Just Ask for Generalization by Eric Jang

Jang 2021

Generalizing to what you want may be easier than optimizing directly for what you want. We might even ask for “consciousness”.

I read this hook and I was immediately into reading the blog. Saying something like “generalizing for consciousness” is engaging. Although it’s a grand claim from the looks of it, it’s a great way to start by saying something. I think scientists are so careful about the claims they make, that their hooks become boring even in blogs. This is what blogs are for, let it fly! I’m in.
The name “grokking” in the double descent phenomenon is weird. The authors could have chosen such a cooler name.
- This is the idea that if you keep training after training loss has converged you can still get better generalization in test data.
Recently, we’ve seen neural networks and ML have a simple narrative. Lots of data, lots of computing, and lots of parameters (high capacity model) can do some great things.
- The blog shows DALL-E which is really an excellent example of generalization in ML.
Interesting transition into the failure of RL to generalize the same way.
Setting up Markov Decision Processes (MDP).
- Distribution of actions in states: $p(a \mid s)$, reward: $p(r_t, s_t)$ and transition probabilities $p(s_{t+1} \mid s_t, a_t)$.
- Goal to maximize $R(\Theta)$ (reward) where theta is a policy over $t_i=1 \longrightarrow t$.
In RL we don’t know the optimal policy, so we use the experience of the model.
The various ways of doing this involve learning updates with gradients of the expected reward.
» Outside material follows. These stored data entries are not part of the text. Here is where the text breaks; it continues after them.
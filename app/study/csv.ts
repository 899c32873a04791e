import type { StudyResults } from '#engine';
import { energyColumns } from './energy-columns';

/**
 * The energies of a study as CSV (RFC 4180, CRLF): one row a point, header `coordinate,RHF,CISD,…`.
 *
 * Energies in hartree with all the digits that a double holds; the coordinate in the study's unit (degrees for
 * angles), empty for a single point. Empty where an energy is missing or did not converge, so that it cannot be
 * taken for a good one.
 */
export function studyCsv(results: StudyResults): string {
  const columns = energyColumns(results);
  const header = ['coordinate', ...columns.map(({ label }) => label)];
  const rows = results.points.map((point) => [
    point.coordinate === null ? '' : String(point.coordinate),
    ...columns.map(({ entryAt }) => {
      const entry = entryAt(point);
      return entry?.converged && Number.isFinite(entry.energy) ? String(entry.energy) : '';
    }),
  ]);
  return [header, ...rows].map((row) => `${row.join(',')}\r\n`).join('');
}
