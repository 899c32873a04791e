/** What is saved, and as what. */
export interface FileToSave {
  readonly suggestedName: string;
  readonly type: string;
  /** made after the place is chosen, since a browser opens its dialog only straight after a press */
  readonly content: () => string | Blob | Promise<string | Blob>;
}

interface WritableFile {
  createWritable(): Promise<{ write(content: string | Blob): Promise<void>; close(): Promise<void> }>;
}

type SavePicker = (options: { readonly suggestedName: string }) => Promise<WritableFile>;

/** Saves where the user says, or, in browsers without that dialog, among the downloads. */
export async function saveFile(file: FileToSave): Promise<void> {
  const { showSaveFilePicker } = window as { showSaveFilePicker?: SavePicker };
  if (showSaveFilePicker === undefined) return download(file);
  let writable: Awaited<ReturnType<WritableFile['createWritable']>>;
  try {
    const handle = await showSaveFilePicker.call(window, { suggestedName: file.suggestedName });
    writable = await handle.createWritable();
  } catch (error) {
    // closed by the user: nothing to do; forbidden by the host: the other way
    if (error instanceof DOMException && error.name === 'AbortError') return;
    return download(file);
  }
  await writable.write(await file.content());
  await writable.close();
}

/** Long enough for the browser to have begun the download. */
const REVOKE_AFTER_MS = 60_000;

async function download({ suggestedName, type, content }: FileToSave): Promise<void> {
  const address = URL.createObjectURL(new Blob([await content()], { type }));
  const link = document.createElement('a');
  link.href = address;
  link.download = suggestedName;
  link.click();
  setTimeout(() => URL.revokeObjectURL(address), REVOKE_AFTER_MS);
}
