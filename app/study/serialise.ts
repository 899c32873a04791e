import type { Study } from '#engine';

/** Keys in the order in which a study reads best; keys of the user's own making keep their order. */
const KEY_ORDER = [
  'format version title notes molecule scan basis levels states frozenCore active orbitals convergence findings',
  'unit atoms charge multiplicity',
  'element at isotope ghost',
  'coordinate from to',
  'name file scaleFactors optimiseScale shells evenTempered harmonics',
  'angularMomentum exponents coefficients smallest ratio',
  'count values',
  'electrons orbitals',
  'rotation isotopologues referenceWeight counterpoise bases',
]
  .join(' ')
  .split(' ');

const LONGEST_LINE = 100;

/** A study as the text of its file: two-space JSON in a fixed order of keys, short lists and objects on one line. */
export function serialiseStudy(study: Study): string {
  return `${layOut(study, '')}\n`;
}

function layOut(value: unknown, indent: string): string {
  const entries = entriesOf(value);
  if (!entries) return JSON.stringify(value);
  const [open, close] = Array.isArray(value) ? '[]' : '{}';
  const inner = `${indent}  `;
  const parts = entries.map(([key, item]) => `${key}${layOut(item, inner)}`);
  const padding = Array.isArray(value) ? '' : ' ';
  const oneLine =
    parts.length > 0 ? `${open}${padding}${parts.join(', ')}${padding}${close}` : `${open}${close}`;
  if (indent !== '' && oneLine.length <= LONGEST_LINE - indent.length && !oneLine.includes('\n'))
    return oneLine;
  return `${open}\n${parts.map((part) => inner + part).join(',\n')}\n${indent}${close}`;
}

/** What is inside a list or object, with the text that goes before each item; undefined for a plain value. */
function entriesOf(value: unknown): (readonly [string, unknown])[] | undefined {
  if (Array.isArray(value)) return value.map((item) => ['', item]);
  if (typeof value !== 'object' || value === null) return undefined;
  const rank = (key: string) => (KEY_ORDER.includes(key) ? KEY_ORDER.indexOf(key) : KEY_ORDER.length);
  return Object.entries(value)
    .filter(([, item]) => item !== undefined)
    .sort(([a], [b]) => rank(a) - rank(b))
    .map(([key, item]) => [`${JSON.stringify(key)}: `, item]);
}
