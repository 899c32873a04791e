import { parse as parseTree } from '@humanwhocodes/momoa';
import type { StudyIssue } from '../contract/requests';

/** A text in double quotes, running to the end if unclosed, or one bracket. */
const TEXT_OR_BRACKET = /"[^"\\]*(?:\\[\s\S][^"\\]*)*(?:"|$)|[[\]{}]/g;

/** The first text with a bare line break or tab inside, which JSON does not allow but the tree parser lets pass. */
export function findBrokenText(json: string): StudyIssue | undefined {
  for (const { 0: text, index } of json.matchAll(TEXT_OR_BRACKET)) {
    if (![...text].some((character) => character < ' ')) continue;
    const { line, column } = position(json, index);
    return {
      code: 'json.syntax',
      place: `line ${line}`,
      message: `Line ${line}, column ${column}: a text has a line break or tab inside.`,
      remedy: 'Close the text on its line, or write a line break inside it as \\n.',
    };
  }
  return undefined;
}

/** A bracket that the text does not close. */
export interface OpenBracket {
  readonly bracket: string;
  readonly offset: number;
}

/** How deep brackets are nested, and which stay open; those inside texts do not count. */
export function findBrackets(json: string): {
  readonly deepest: number;
  readonly unclosed: readonly OpenBracket[];
} {
  const unclosed: OpenBracket[] = [];
  let deepest = 0;
  for (const match of json.matchAll(TEXT_OR_BRACKET)) {
    const bracket = match[0];
    if (bracket === '[' || bracket === '{') unclosed.push({ bracket, offset: match.index });
    else if (bracket === ']' || bracket === '}') unclosed.pop();
    deepest = Math.max(deepest, unclosed.length);
  }
  return { deepest, unclosed };
}

/** What is wrong with an ill-formed text, where, and what to do. */
export function syntaxIssue(json: string, unclosed: readonly OpenBracket[]): StudyIssue {
  const issue = (place: string, message: string, remedy: string) => ({
    code: 'json.syntax',
    place,
    message,
    remedy,
  });
  if (json.trim() === '')
    return issue('', 'The file is empty.', 'Give a study in JSON; the samples show the form.');
  const offset = firstErrorOffset(json);
  const token = /^[\w.+-]+|^[\s\S]/.exec(json.slice(offset))?.[0] ?? '';
  const { line, column } = position(json, offset);
  const place = `line ${line}`;
  const isUnfinished =
    ['true', 'false', 'null'].some((word) => word.startsWith(token)) ||
    /^-?\d*(\.\d*)?(e[+-]?)?$/i.test(token);
  if (offset + (isUnfinished ? token.length : 0) >= json.trimEnd().length) {
    const open = unclosed.at(-1);
    const before = open
      ? `before the ${open.bracket} of line ${position(json, open.offset).line} is closed`
      : 'too early';
    return issue(
      place,
      `The text ends on line ${line}, column ${column}, ${before}.`,
      'The file is cut off: restore its end, or save it again from where it came.',
    );
  }
  const [what, remedy] = explainToken(token, json.slice(0, offset).trimEnd().at(-1));
  return issue(place, `Line ${line}, column ${column}: ${what}`, remedy);
}

/** Where an ill-formed text stops being JSON: at its end if it is only cut off. */
function firstErrorOffset(json: string): number {
  try {
    // the parser gives no sound position for the end of a text, but does for a character that can stand nowhere
    parseTree(`${json}\0`, { mode: 'json' });
  } catch (error) {
    const { offset } = error as { offset?: unknown };
    if (typeof offset === 'number') return Math.min(offset, json.length);
  }
  return json.length;
}

/** What a token that cannot stand where it does most likely came from. */
function explainToken(token: string, previous: string | undefined): readonly [string, string] {
  if (token === '/' || token === '#')
    return ['JSON has no comments.', 'Remove the comment, or put it in "notes".'];
  if ((token === '}' || token === ']') && previous === ',') {
    return [`there is a comma before the closing ${token}.`, 'Remove the comma.'];
  }
  if (/^[+-]?(nan|inf)/i.test(token)) return [`${token} is not a number.`, 'Give a finite number.'];
  if (/^-?0\d/.test(token)) return ['a number begins with 0.', 'Remove the leading 0.'];
  if (/^[.+]\d/.test(token))
    return [`a number begins with “${token[0]}”.`, 'Begin it with a digit or a minus sign.'];
  if (token === "'") return ['a text begins with a single quote.', 'Put texts in double quotes.'];
  if (/^[A-Za-z_]/.test(token))
    return [`“${token}” is not in quotes.`, 'Put keys and texts in double quotes.'];
  const isStart = /^["{[\d-]/.test(token);
  return [
    `${token === '"' ? 'a text' : token} was not expected here.`,
    isStart ? 'A comma or colon before it may be missing.' : 'Check the text just before it.',
  ];
}

function position(json: string, offset: number): { readonly line: number; readonly column: number } {
  const lines = json.slice(0, offset).split(/\r\n|\n|\r/);
  return { line: lines.length, column: lines.at(-1)!.length + 1 };
}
Can learn by sampling policy parameters (CMA-ES), or by gradient guided actions (PPO).
There are lots of sources of variance with RL, like the starting position of the agent, non-determinism in the state action transitions. Using an online learning policy incurs more of this variance and researchers need to have a large minibatch to get stable training outcomes.
“Offline RL is not as data absorbent as supervised learning”
Decision Transformer as an example of generalization in predicting all possible policy trajectories (not just the good ones)
There is a lot that can be learned from simply differentiating good from bad policies and D-REX aims to leverage a perturbation kind of approach towards this.
The move to begin making conclusions starts with this really cool “just ask for generalization” table.
- Provides the “generalized” version of each RL optimization problem.
- There are a few, but “watch try learn” is the most interesting to me. The idea of learning a function that learns how learning policies are learned seems inefficient at first look but is actually very useful.
To sum some of this up: the generalized approaches change the single trajectory from initial states to one optimal policy to initial states to multiple trajectories.
Now blog circles back to that initial flashy point on consciousness.
- Author recommends reading the recipe for consciouesness with a few strong drinks but I’m hung over so a beer will have to do.
- (roughly) the idea is that by modeling how other agents imitate eachother using optimal / suboptimal policies will require agents to introspect into other agents and this will create a more convincing form of conscious agent.
- Can a policy recognize itself? I think this is a fascinating question and another step into a unqiue type of machine intelligence that must construct a detailed intermediate of representations of the world through the state space/policy optimization approach.